**What you need to do**
Look below for the line containing "from reach.errors import Fault, InputError"; from there through the line containing "def array(self, file: str, name: str, shape: tuple[int", both lines included, please set down each line exactly and nothing else.

───── Record excerpts ─────

"""What a run stored, handed out checked: no shape, type or number of it is taken on trust."""

from __future__ import annotations

import math
from collections.abc import Mapping
from dataclasses import dataclass
from typing import Any

import numpy as np

from reach.errors import Fault, InputError

VERDICT, CELL = "verdict.json", "evidence/cell.json"
MOST_INPUTS = 10  # files; a cell names six at the most
LONGEST_WHERE, LONGEST_WHAT = 200, 400  # characters of a fault; what a folder holds may be of any length


class BadFolder(InputError):
    """A folder that is no run's, or not as it was written; exit code 2."""

    def __init__(self, where: str, what: str, file: str = ""):
        place, why = _shown(where, LONGEST_WHERE), _shown(what, LONGEST_WHAT)
        super().__init__([Fault(_shown(file, LONGEST_WHAT) or "folder", place, why)])


@dataclass(frozen=True, eq=False)
class Stored:
    """The files of one run.

    Attributes
    ----------
    folder : as named
    command : that wrote it
    cell, verdict : cell.json and verdict.json
    arrays : of each archive, by the file's name
    files : (path, digest found) of every file read
    """

    folder: str
    command: str
    cell: dict[str, Any]
    verdict: dict[str, Any]
    arrays: Mapping[str, Mapping[str, np.ndarray]]
    files: tuple[tuple[str, str], ...]

    def has(self, file: str, name: str) -> bool:
        """Whether an archive has an array."""
        return name in self.arrays.get(file, {})

    def array(self, file: str, name: str, shape: tuple[int | None, ...], kind: str = "f") -> np.ndarray:
        """An array of an archive, checked.

        Parameters
        ----------
        shape : lengths, None for any
        kind : "f" numbers, "i" whole ones, "b" truth values, "U" texts

        Raises
        ------
        BadFolder
            Where it is missing, or of another shape or kind.
        """
        found = self.arrays.get(file, {}).get(name)
        place = f"{self.folder}/evidence/{file}"
        if found is None:
            raise BadFolder(name, "is missing; run the command again", place)
        fits = found.ndim == len(shape) and all(
            want in (None, have) for want, have in zip(shape, found.shape, strict=True)
        )
        kinds = {"f": "fiu", "i": "iu", "b": "b", "U": "U"}[kind]
        if not fits or found.dtype.kind not in kinds:
            raise BadFolder(name, f"has shape {found.shape} and type {found.dtype}, which it can't", place)
        return found.astype(np.float64) if kind == "f" else found

    def finite(self, file: str, name: str, shape: tuple[int | None, ...]) -> np.ndarray:
        """Like `array`, of numbers that are all finite."""
        found = self.array(file, name, shape)
        if not np.isfinite(found).all():
            raise BadFolder(name, "holds what is no finite number", f"{self.folder}/evidence/{file}")
        return found

    def at(self, *keys: str | int) -> Any:
        """What cell.json has at a place.

        Raises
        ------
        BadFolder
            Where it has nothing there.
        """
        found: Any = self.cell
        for key in keys:
            try:
                found = found[key]
            except (KeyError, IndexError, TypeError):
                where = ".".join(map(str, keys))
                raise BadFolder(where, "is missing; run the command again", f"{self.folder}/{CELL}") from None
        return found

    def entries(self, key: str) -> list[dict[str, Any]]:
        """A list of tables of verdict.json."""
        found = self.verdict.get(key)
        if not isinstance(found, list) or not all(isinstance(entry, dict) for entry in found):
            raise BadFolder(key, "is no list of tables", f"{self.folder}/{VERDICT}")
        return found

    def number(self, *keys: str | int) -> float:
        """A finite number at a place of cell.json."""
        value = as_number(self.at(*keys))
        if not math.isfinite(value):
            raise self.refused(keys, "is no finite number")
        return value

    def between(self, low: float, high: float, *keys: str | int) -> float:
        """A number of cell.json within bounds that every cell file keeps."""
        value = self.number(*keys)
        if not low <= value <= high:
            raise self.refused(keys, f"is not from {low:g} to {high:g}")
        return value

    def vector(self, count: int, *keys: str | int) -> np.ndarray:
        """So many finite numbers of cell.json: (count,)."""
        found = self.at(*keys)
        values = [as_number(value) for value in found] if isinstance(found, list) else []
        if len(values) != count or not all(map(math.isfinite, values)):
            raise self.refused(keys, f"is not {count} finite numbers")
        return np.array(values)

    def flag(self, *keys: str | int) -> bool:
        """A truth value of cell.json."""
        found = self.at(*keys)
        if not isinstance(found, bool):
            raise self.refused(keys, "is neither true nor false")
        return found

    def word(self, *keys: str | int) -> str:
        """A text of cell.json."""
        found = self.at(*keys)
        if not isinstance(found, str):
            raise self.refused(keys, "is no text")
        return found

    def words(self, *keys: str | int) -> list[str]:
        """A list of texts of cell.json."""
        found = self.at(*keys)
        if not isinstance(found, list) or not all(isinstance(word, str) for word in found):
            raise self.refused(keys, "is no list of words")
        return found

    def table(self, *keys: str | int) -> dict[str, Any]:
        """A table of cell.json."""
        found = self.at(*keys)
        if not isinstance(found, dict):
            raise self.refused(keys, "is no table")
        return found

    def tables(self, *keys: str | int) -> list[dict[str, Any]]:
        """A list of tables of cell.json."""
        found = self.at(*keys)
        if not isinstance(found, list) or not all(isinstance(entry, dict) for entry in found):
            raise self.refused(keys, "is no list of tables")
        return found

    def inputs(self) -> dict[str, str]:
        """Digest by path of every file that the run read."""
        listed = self.tables("inputs")
        if len(listed) > MOST_INPUTS:
            raise self.refused(("inputs",), f"names more than {MOST_INPUTS} files")
        paths, digests = (
            [self.word("inputs", i, key) for i in range(len(listed))] for key in ("path", "sha256")
        )
        if len(set(paths)) < len(paths):
            raise self.refused(("inputs",), "names a file twice")
        return dict(zip(paths, digests, strict=True))

    def refused(self, keys: tuple[str | int, ...], what: str) -> BadFolder:
        """The error for what cell.json has at a place."""
        return BadFolder(".".join(map(str, keys)), what, f"{self.folder}/{CELL}")


def as_number(value: Any) -> float:
    """A number as such, nan for anything else, truth values among it; a whole one may be too large for it."""
    try:
        return float(value) if isinstance(value, int | float) and not isinstance(value, bool) else math.nan
    except OverflowError:
        return math.nan


def number_in(entry: Mapping[str, Any], key: str) -> float:
    """A number in a table, nan where it has none there."""
    return as_number(entry.get(key))


def largest(values: Any) -> float:
    """Largest size among values, 0 of none; nan where one is."""
    return float(np.abs(values).max(initial=0.0))


def _shown(text: str, most: int) -> str:
    """A text out of a folder on one line, no longer than so many characters, without what a terminal would obey."""
    cut = text if len(text) <= most else f"{text[:most]}…"
    return "".join(sign if sign.isprintable() else "?" for sign in cut)
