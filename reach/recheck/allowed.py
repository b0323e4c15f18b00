"""What rounding may leave between the two programs: every tolerance, with its unit and its reason.

Both compute in double precision (2.2e-16 of a value) along ways of ten or so multiplications, and the evidence is
stored in full. So what should be equal is so to about 1e-14 of its size; each tolerance stands a factor of 1000 or more
above that, and far below anything that a wrong sign, axis, mass or sample would leave.
"""

from __future__ import annotations

PLACE_M = 1e-8  # of a point an arm's length away; a posture off by 1e-8 rad moves it by that much
TURN_RAD = 1e-8  # of an axis' direction
SPEED_M_S = 1e-8  # of a point
RATE_RAD_S = 1e-8  # of a turning body
JOINT = 1e-9  # rad or m: of a joint's position that is stored and must be the one stated
STATE_SHARE = 1e-9  # of the largest position or velocity of a motion, between rows that belong together

# The engine turns every inertia to principal axes, which costs a few digits of an eigenvalue decomposition. Measured on
# 47 published robots with 1 to 15 joints: 5e-12 of the largest torque.
TORQUE_SHARE = 1e-6  # of a joint's largest torque in the motion

LIMIT_SHARE = 1e-6  # of a stated limit: a claim "at most" whose motion stands at the limit itself
LIMIT_LEAST = 1e-9  # rad or m, per s …, N·m or N: of a limit that is zero

# verdict.json rounds to nine significant digits: half of the last one is 5e-9 of a number that begins with 1.
PEAK_SHARE = 1e-6  # of a limit or a peak, whichever is larger: a peak in verdict.json, torque among them
NUMBER = 1e-12  # of a number that is read from the same text by two readers

# A strike's joint velocities are solved for with a ridge of 1e-9 of the rows' squares, so that singular postures have
# an answer. Where joints are fast enough for the strike, rows are no weaker than 1/100 of the strongest: that leaves
# 1e-5 of the speed. On the examples it is 5e-9 m/s, on random arms 1.3e-6 m/s at the most.
STRIKE_M_S = 1e-5
STRIKE_RAD_S = 1e-4

TIME_S = 1e-9  # of an instant; a ball at 10 m/s passes 1e-8 m in it
DIGITS = 1e-8  # of a number in verdict.json, which rounds to nine digits
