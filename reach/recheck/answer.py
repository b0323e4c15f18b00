"""The second opinion on a folder of results."""

from __future__ import annotations

from collections.abc import Callable
from dataclasses import dataclass
from os import PathLike, fspath

import numpy as np

from reach.evidence.items import Item
from reach.recheck.arm.ground import ground
from reach.recheck.folder import read_folder
from reach.recheck.follow import whole as follow
from reach.recheck.rally import whole as rally
from reach.recheck.stated import whole as stated
from reach.recheck.survey import whole as survey
from reach.recheck.trial import whole as trial

NOT_DECIDED = "what stops or would help, needs, headroom and verdicts without margins are not decided anew"
CHECKERS = {"follow": follow, "survey": survey, "rally": rally, "trial": trial}


@dataclass(frozen=True)
class Opinion:
    """What was looked at, and what came out.

    Attributes
    ----------
    command, verdict : that wrote the folder, and its verdict
    items : a claim each
    notes : on what rests on a search
    engine : name and version of the second engine, None without one
    files : (path, digest) of what was read
    versions : of what wrote the folder
    """

    command: str
    verdict: str
    items: tuple[Item, ...]
    notes: tuple[str, ...]
    engine: str | None
    files: tuple[tuple[str, str], ...]
    versions: dict[str, str | None]


def opinion(folder: str | PathLike[str], progress: Callable[[str], None] | None = None) -> Opinion:
    """Read a folder and decide anew what a run claims there.

    Raises
    ------
    InputError
        The folder is no run's, or a file has changed since.
    """
    stored = read_folder(fspath(folder))
    checker = CHECKERS[stored.command]
    with np.errstate(all="ignore"):  # what overflows is no number, and differs
        second = ground(stored)  # first: it checks what the inputs are compared with
        found = [*stated.items(stored), *checker.items(stored, second, progress or _silent)]
    versions = stored.verdict.get("versions")
    return Opinion(
        command=stored.command,
        verdict=str(stored.verdict.get("verdict")),
        items=tuple(found),
        notes=(*checker.notes(stored), NOT_DECIDED),
        engine=None if second.engine is None else second.engine.name,
        files=stored.files,
        versions={str(k): str(v) for k, v in versions.items()} if isinstance(versions, dict) else {},
    )


def _silent(text: str) -> None:
    """No progress asked for."""
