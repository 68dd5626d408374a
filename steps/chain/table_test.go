package chain

import (
	"math"
	"testing"
)

func TestTable(t *testing.T) {
	tab := Table("white light", []Summary{{Name: "impact", Median: 0.5, Lo68: 0.4, Hi68: 0.7, RHat: math.NaN()}, {Name: "midTransit", Unit: "d"}})
	if err := tab.Check(); err != nil {
		t.Fatal(err)
	}
	if tab.Rows() != 2 || tab.Columns[0].Text[1] != "midTransit" || tab.Columns[1].Text[1] != "d" {
		t.Errorf("%+v", tab.Columns[:2])
	}
	near(t, "minus", tab.Columns[3].Number[0], 0.1, 1e-12)
	near(t, "plus", tab.Columns[4].Number[0], 0.2, 1e-12)
	if empty := Table("", nil); empty.Check() != nil || empty.Rows() != 0 {
		t.Errorf("%+v", empty)
	}
}
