package chain

import (
	"fmt"
	"math"

	"rimlight/steps/check"
)

// Limits of the checks; see the package comment.
const (
	mostRHat            = 1.01
	leastESS            = 400
	leastEnergyFraction = 0.3
)

// Checks holds chains against the limits of the package comment: the largest
// R-hat and the smallest effective sample sizes of the parameters, each naming
// the parameter, and, of Hamiltonian samplers, divergences and energy fraction.
// Evaluations of the target that gave NaN or +Inf fail a check too. prefix says
// whose chains they are ("white light"); it may be empty.
func Checks(prefix string, d Draws) []check.Check {
	if prefix != "" {
		prefix += ": "
	}
	const (
		rhat    = "R-hat of the worst parameter"
		bulk    = "bulk effective sample size of the worst parameter"
		tail    = "tail effective sample size of the worst parameter"
		whyRHat = "chains that have not met do not show the posterior"
		whyBulk = "too few independent draws for a mean, a median or a diagnosis"
		whyTail = "too few independent draws for the ends of an interval"
	)
	summaries, err := Summaries(d)
	if err != nil {
		return []check.Check{check.NotComputed(prefix+rhat, err.Error(), whyRHat)}
	}
	worst := func(of func(s Summary) float64, sign float64) (value float64, why string) {
		at := 0
		for i, s := range summaries {
			v, known := of(s), of(summaries[at])
			if math.IsNaN(known) {
				break
			}
			if math.IsNaN(v) || sign*v > sign*known {
				at = i
			}
		}
		value = of(summaries[at])
		if math.IsNaN(value) {
			return value, fmt.Sprintf("; the draws of %.40s are all equal", summaries[at].Name)
		}
		return value, fmt.Sprintf("; it is that of %.40s", summaries[at].Name)
	}
	value, which := worst(func(s Summary) float64 { return s.RHat }, 1)
	out := []check.Check{check.AtMost(prefix+rhat, value, mostRHat, "", whyRHat+which)}
	value, which = worst(func(s Summary) float64 { return s.BulkESS }, -1)
	out = append(out, check.AtLeast(prefix+bulk, value, leastESS, "", whyBulk+which))
	value, which = worst(func(s Summary) float64 { return s.TailESS }, -1)
	out = append(out, check.AtLeast(prefix+tail, value, leastESS, "", whyTail+which))
	out = append(out, check.AtMost(prefix+"evaluations without a density", float64(d.Undefined), 0, "",
		"NaN or +Inf from the target was taken for zero density, which may hide a part of the posterior"))
	return append(out, hamiltonianChecks(prefix, d)...)
}

// hamiltonianChecks are those of the trajectories, none for other samplers. The
// shape of d was checked.
func hamiltonianChecks(prefix string, d Draws) []check.Check {
	var out []check.Check
	if len(d.Divergent) > 0 {
		count := 0
		for _, divergent := range d.Divergent {
			if divergent {
				count++
			}
		}
		out = append(out, check.AtMost(prefix+"divergent trajectories", float64(count), 0, "",
			"near them the posterior is too sharply curved for the step size, and the draws miss a part of it"))
	}
	if len(d.Energy) > 0 {
		const name, why = "energy fraction (E-BFMI) of the worst chain", "where it is small the chain moves too slowly between the levels of the density to see its tails"
		fractions, err := EnergyFraction(d.Energy, d.Chains)
		if err != nil {
			return append(out, check.NotComputed(prefix+name, err.Error(), why))
		}
		least := math.Inf(1)
		for _, f := range fractions {
			least = math.Min(least, f)
		}
		out = append(out, check.AtLeast(prefix+name, least, leastEnergyFraction, "", why))
	}
	return out
}

// ImportanceChecks holds the logarithms of importance ratios, before smoothing,
// against the limits of the package comment: k-hat, and the effective sample size
// of the smoothed weights. prefix says whose they are; it may be empty.
func ImportanceChecks(prefix string, logRatio []float64) []check.Check {
	if prefix != "" {
		prefix += ": "
	}
	const (
		shape     = "Pareto k-hat of the importance ratios"
		size      = "effective sample size of the weights"
		whyShape  = "above it a few draws decide the result, and more draws hardly help: the proposal is too unlike the posterior"
		whyWeight = "too few draws have any weight"
	)
	weight, k, err := ParetoSmooth(logRatio)
	if err != nil {
		return []check.Check{check.NotComputed(prefix+shape, err.Error(), whyShape)}
	}
	out := []check.Check{check.AtMost(prefix+shape, k, MostParetoK(len(logRatio)), "", whyShape)}
	ess, err := WeightESS(weight)
	if err != nil {
		return append(out, check.NotComputed(prefix+size, err.Error(), whyWeight))
	}
	return append(out, check.AtLeast(prefix+size, ess, leastESS, "", whyWeight))
}
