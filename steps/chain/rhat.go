package chain

import (
	"fmt"
	"math"
)

// RHat is the potential scale reduction of a column of draws: the root of the
// variance that all chains together have over that within chains, 1 when they
// tell the same. It is the rank-normalised split R-hat of Vehtari et al. (2021):
// each chain is cut in halves, so that a drift shows; draws are replaced by
// normal scores of their ranks, so that heavy tails do not hide a difference;
// and the greater of the value for the draws and that for their distances from
// the median is taken, so that chains of different width show.
//
// Errors: chains of fewer than 8 draws or of different lengths; draws that are
// not finite, or all equal.
func RHat(x []float64, chains int) (float64, error) {
	if err := checkColumn(x, chains); err != nil {
		return 0, fmt.Errorf("potential scale reduction R-hat: %w", err)
	}
	folded := fold(x)
	x, count := split(x, chains)
	folded, _ = split(folded, chains)
	return math.Max(scaleReduction(rankNormalise(x), count), scaleReduction(rankNormalise(folded), count)), nil
}

// scaleReduction is the R-hat of Gelman & Rubin (1992), infinite for chains that
// do not vary in themselves but differ, 1 when all draws are equal.
func scaleReduction(x []float64, chains int) float64 {
	n := len(x) / chains
	means := make([]float64, chains)
	within := 0.0
	for c := range chains {
		mean, variance := meanVariance(x[c*n : (c+1)*n])
		means[c] = mean
		within += variance / float64(chains)
	}
	_, between := meanVariance(means) // B / n of the paper
	if between == 0 && within == 0 {
		return 1
	}
	return math.Sqrt(float64(n-1)/float64(n) + between/within)
}
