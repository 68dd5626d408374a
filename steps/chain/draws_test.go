package chain

import (
	"math"
	"slices"
	"strings"
	"testing"

	"rimlight/steps/check"
)

func pair(seed uint64, chains, n int) Draws {
	a, b := autoregressive(seed, 0.2, chains, n), autoregressive(seed+1000, 0.4, chains, n)
	d := Draws{Names: []string{"a", "b"}, Chains: chains, Length: n}
	for i := range a {
		d.X = append(d.X, a[i], a[i]+b[i])
	}
	return d
}

func TestJoin(t *testing.T) {
	a, b := pair(1, 2, 50), pair(2, 1, 50)
	a.Divergent, a.LogDensity, b.LogDensity = make([]bool, 100), make([]float64, 100), make([]float64, 50)
	a.Evaluations, b.Evaluations = 3, 4
	all, err := Join(a, b)
	if err != nil {
		t.Fatal(err)
	}
	if all.Chains != 3 || len(all.LogDensity) != 150 || all.Divergent != nil || all.Evaluations != 7 {
		t.Errorf("joined: %d chains, %d log densities, divergences %v", all.Chains, len(all.LogDensity), all.Divergent)
	}
	column, err := all.Column("b")
	if err != nil {
		t.Fatal(err)
	}
	if column[100] != b.X[1] {
		t.Errorf("first draw of the third chain is %g, want %g", column[100], b.X[1])
	}
	if _, err := all.Column("c"); err == nil || !strings.Contains(err.Error(), `"c"`) {
		t.Errorf("unknown parameter: %v", err)
	}
	b.Names = []string{"a", "c"}
	if _, err := Join(a, b); err == nil {
		t.Error("sets of other parameters were joined")
	}
}

func TestShape(t *testing.T) {
	for name, spoil := range map[string]func(d *Draws){
		"names": func(d *Draws) { d.Names = nil }, "chains": func(d *Draws) { d.Chains = 0 }, "length": func(d *Draws) { d.Length++ },
		"overflow": func(d *Draws) { d.Chains, d.Length = math.MaxInt, math.MaxInt }, "energy": func(d *Draws) { d.Energy = make([]float64, 3) },
		"units": func(d *Draws) { d.Units = []string{"d"} },
	} {
		d := pair(1, 2, 20)
		spoil(&d)
		if d.Check() == nil {
			t.Errorf("%s: accepted", name)
		}
	}
}

func TestCovariance(t *testing.T) {
	d := Draws{Names: []string{"a", "b"}, Chains: 1, Length: 3, X: []float64{1, 2, 2, 4, 3, 9}}
	c, err := Covariance(d)
	if err != nil {
		t.Fatal(err)
	}
	// By hand: deviations -1 0 1 and -3 -1 4.
	for i, want := range []float64{1, 3.5, 3.5, 13} {
		near(t, "covariance", c[i/2][i%2], want, 1e-14)
	}
}

func TestChecks(t *testing.T) {
	good := pair(1, 4, 1000)
	good.Divergent, good.Energy = make([]bool, 4000), autoregressive(7, 0.3, 4, 1000)
	if failed := check.Failed(Checks("white light", good)); failed != nil {
		t.Errorf("good chains failed: %+v", failed)
	}
	for name, tc := range map[string]struct {
		spoil func(d *Draws)
		want  string
		count int
	}{
		"apart": {func(d *Draws) {
			for i := range 1000 {
				d.X[2*i+1] += 10
			}
		}, "R-hat", 3},
		"few":       {func(d *Draws) { *d = pair(1, 4, 60) }, "effective sample size", 2},
		"divergent": {func(d *Draws) { d.Divergent[5] = true }, "divergent", 1},
		"energy":    {func(d *Draws) { d.Energy = autoregressive(7, 0.95, 4, 1000) }, "energy", 1},
		"undefined": {func(d *Draws) { d.Undefined = 1 }, "without a density", 1},
		"NaN":       {func(d *Draws) { d.X[3] = math.NaN() }, "R-hat", 1},
		"shape":     {func(d *Draws) { d.X = nil }, "R-hat", 1},
		"stuck": {func(d *Draws) {
			for i := range 4000 {
				d.X[2*i] = 1
			}
		}, "R-hat", 3},
	} {
		d := good
		d.X, d.Divergent = slices.Clone(good.X), slices.Clone(good.Divergent)
		tc.spoil(&d)
		failed := check.Failed(Checks("white light", d))
		if len(failed) < 1 || len(failed) > tc.count || !strings.HasPrefix(failed[0].Name, "white light: ") || !strings.Contains(failed[0].Name, tc.want) {
			t.Errorf("%s: %+v", name, failed)
		}
	}
}

func TestImportanceChecks(t *testing.T) {
	_, good := importance(1, 1.25, 4000)
	if failed := check.Failed(ImportanceChecks("", good)); failed != nil {
		t.Errorf("good ratios failed: %+v", failed)
	}
	_, bad := importance(1, 10, 4000)
	if failed := check.Failed(ImportanceChecks("", bad)); len(failed) == 0 || !strings.Contains(failed[0].Name, "k-hat") {
		t.Errorf("ratios of k = 0.9: %+v", failed)
	}
	if failed := check.Failed(ImportanceChecks("", nil)); len(failed) != 1 {
		t.Errorf("no ratios: %+v", failed)
	}
}

func TestEnergyFraction(t *testing.T) {
	// Of independent energies it is 2, of an autoregressive chain 2 (1 - rho).
	e := append(autoregressive(1, 0, 1, 20000), autoregressive(2, 0.9, 1, 20000)...)
	got, err := EnergyFraction(e, 2)
	if err != nil {
		t.Fatal(err)
	}
	near(t, "independent", got[0], 2, 0.05)
	near(t, "autoregressive", got[1], 0.2, 0.1)
}
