package chain

import (
	"math"
	"math/rand/v2"
	"testing"
)

func TestWeightESS(t *testing.T) {
	for _, tc := range []struct {
		logWeight []float64
		want      float64
	}{
		{[]float64{5, 5, 5, 5}, 4},
		{[]float64{-1000, math.Inf(-1)}, 1},
		{[]float64{math.Log(3), math.Log(1)}, 1.6}, // 16 / 10
	} {
		got, err := WeightESS(tc.logWeight)
		if err != nil {
			t.Fatal(err)
		}
		near(t, "size", got, tc.want, 1e-14)
	}
}

func TestLogMeanWeight(t *testing.T) {
	value, sd, err := LogMeanWeight([]float64{math.Log(3e200), math.Log(1e200), math.Inf(-1), math.Inf(-1)})
	if err != nil {
		t.Fatal(err)
	}
	near(t, "mean", value, math.Log(1e200), 1e-14)
	near(t, "error", sd, math.Sqrt(10.0/16-1.0/4), 1e-14)
}

func TestWeightedQuantile(t *testing.T) {
	x, w := []float64{3, 1, 2, 99}, []float64{0, 0, 0, math.Inf(-1)}
	for p, want := range map[float64]float64{0: 1, 1.0 / 6: 1, 0.5: 2, 2.0 / 3: 2.5, 1: 3} {
		got, err := WeightedQuantile(x, w, p)
		if err != nil {
			t.Fatal(err)
		}
		near(t, "quantile", got, want, 1e-14)
	}
	// Weights of 2 and 1: the middles are at 1/3 and 5/6.
	got, err := WeightedQuantile([]float64{0, 1}, []float64{math.Log(2), 0}, 0.5)
	if err != nil {
		t.Fatal(err)
	}
	near(t, "quantile", got, 1.0/3, 1e-14)
	for _, p := range []float64{-0.1, 1.1, math.NaN()} {
		if _, err := WeightedQuantile(x, w, p); err == nil {
			t.Errorf("p %g was accepted", p)
		}
	}
}

// Normal draws with weights are draws from a normal distribution of another mean.
func TestWeightedMoments(t *testing.T) {
	const n = 40000
	rng := rand.New(rand.NewPCG(1, 2))
	w := Weighted{Names: []string{"a", "b"}, Units: []string{"d", ""}}
	for range n {
		a, z := rng.NormFloat64(), rng.NormFloat64()
		w.X = append(w.X, a, 0.6*a+0.8*z)
		w.LogWeight = append(w.LogWeight, 0.5*a-7)
	}
	s, err := WeightedSummaries(w)
	if err != nil {
		t.Fatal(err)
	}
	c, err := WeightedCovariance(w)
	if err != nil {
		t.Fatal(err)
	}
	check := func(what string, got, want float64) {
		t.Helper()
		if math.Abs(got-want) > 4*1.3/math.Sqrt(s[0].BulkESS) {
			t.Errorf("%s: %.4f, want %.4f", what, got, want)
		}
	}
	check("mean", s[0].Mean, 0.5)
	check("mean", s[1].Mean, 0.3)
	check("median", s[0].Median, 0.5)
	check("lower", s[0].Lo68, -0.5)
	check("upper", s[0].Hi68, 1.5)
	check("sd", s[0].SD, 1)
	check("covariance", c[0][1], 0.6)
	check("variance", c[1][1], 1)
	near(t, "size", s[0].BulkESS, n*math.Exp(-0.25), 0.05)
	d, err := Resample(w, 20000, 5)
	if err != nil {
		t.Fatal(err)
	}
	r, err := Summaries(d)
	if err != nil {
		t.Fatal(err)
	}
	check("resampled mean", r[1].Mean, s[1].Mean)
	check("resampled sd", r[1].SD, s[1].SD)
	if r[0].RHat > 1.01 || r[0].Unit != "d" {
		t.Errorf("resampled: %+v", r[0])
	}
	again, err := Resample(w, 20000, 5)
	if err != nil || again.X[777] != d.X[777] {
		t.Errorf("the same seed gave other draws, %v", err)
	}
}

─────

**Written answer**
from reach.errors import Fault, InputError

VERDICT, CELL = "verdict.json", "evidence/cell.json"
MOST_INPUTS = 10  # files; a cell names six at the most
LONGEST_WHERE, LONGEST_WHAT = 200, 400  # characters of a fault; what a folder holds may be of any length


class BadFolder(InputError):
    """A folder that is no run's, or not as it was written; exit code 2."""

    def __init__(self, where: str, what: str, file: str = ""):
        place, why = _shown(where, LONGEST_WHERE), _shown(what, LONGEST_WHAT)
        super().__init__([Fault(_shown(file, LONGEST_WHAT) or "folder", place, why)])


@dataclass(frozen=True, eq=False)
class Stored:
    """The files of one run.

    Attributes
    ----------
    folder : as named
    command : that wrote it
    cell, verdict : cell.json and verdict.json
    arrays : of each archive, by the file's name
    files : (path, digest found) of every file read
    """

    folder: str
    command: str
    cell: dict[str, Any]
    verdict: dict[str, Any]
    arrays: Mapping[str, Mapping[str, np.ndarray]]
    files: tuple[tuple[str, str], ...]

    def has(self, file: str, name: str) -> bool:
        """Whether an archive has an array."""
        return name in self.arrays.get(file, {})

    def array(self, file: str, name: str, shape: tuple[int | None, ...], kind: str = "f") -> np.ndarray:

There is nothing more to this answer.